** Records for processing follows **

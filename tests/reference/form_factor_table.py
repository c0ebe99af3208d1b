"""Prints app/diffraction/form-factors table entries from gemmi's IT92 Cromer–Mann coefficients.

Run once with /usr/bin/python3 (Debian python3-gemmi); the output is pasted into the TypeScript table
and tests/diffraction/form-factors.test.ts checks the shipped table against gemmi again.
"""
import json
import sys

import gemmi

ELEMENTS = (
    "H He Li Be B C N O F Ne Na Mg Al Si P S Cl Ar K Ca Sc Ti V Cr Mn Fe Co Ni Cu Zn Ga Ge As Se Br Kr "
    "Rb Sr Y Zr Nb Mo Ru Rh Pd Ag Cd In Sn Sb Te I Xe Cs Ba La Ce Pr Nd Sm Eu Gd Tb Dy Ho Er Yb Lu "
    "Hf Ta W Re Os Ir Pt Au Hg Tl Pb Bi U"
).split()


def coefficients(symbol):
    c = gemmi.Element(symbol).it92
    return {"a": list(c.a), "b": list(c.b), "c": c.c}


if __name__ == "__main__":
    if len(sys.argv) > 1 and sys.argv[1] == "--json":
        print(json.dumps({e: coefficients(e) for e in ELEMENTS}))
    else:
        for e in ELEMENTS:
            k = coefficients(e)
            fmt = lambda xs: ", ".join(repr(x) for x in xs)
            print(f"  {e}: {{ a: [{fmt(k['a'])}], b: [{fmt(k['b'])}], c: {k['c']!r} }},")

** End of Records for processing **

What needs to be done: With the line containing "import gemmi" as the first and the final line of the records as the last, copy that span exactly and nothing more.

Answer to the exercise:
import gemmi

ELEMENTS = (
    "H He Li Be B C N O F Ne Na Mg Al Si P S Cl Ar K Ca Sc Ti V Cr Mn Fe Co Ni Cu Zn Ga Ge As Se Br Kr "
    "Rb Sr Y Zr Nb Mo Ru Rh Pd Ag Cd In Sn Sb Te I Xe Cs Ba La Ce Pr Nd Sm Eu Gd Tb Dy Ho Er Yb Lu "
    "Hf Ta W Re Os Ir Pt Au Hg Tl Pb Bi U"
).split()


def coefficients(symbol):
    c = gemmi.Element(symbol).it92
    return {"a": list(c.a), "b": list(c.b), "c": c.c}


if __name__ == "__main__":
    if len(sys.argv) > 1 and sys.argv[1] == "--json":
        print(json.dumps({e: coefficients(e) for e in ELEMENTS}))
    else:
        for e in ELEMENTS:
            k = coefficients(e)
            fmt = lambda xs: ", ".join(repr(x) for x in xs)
            print(f"  {e}: {{ a: [{fmt(k['a'])}], b: [{fmt(k['b'])}], c: {k['c']!r} }},")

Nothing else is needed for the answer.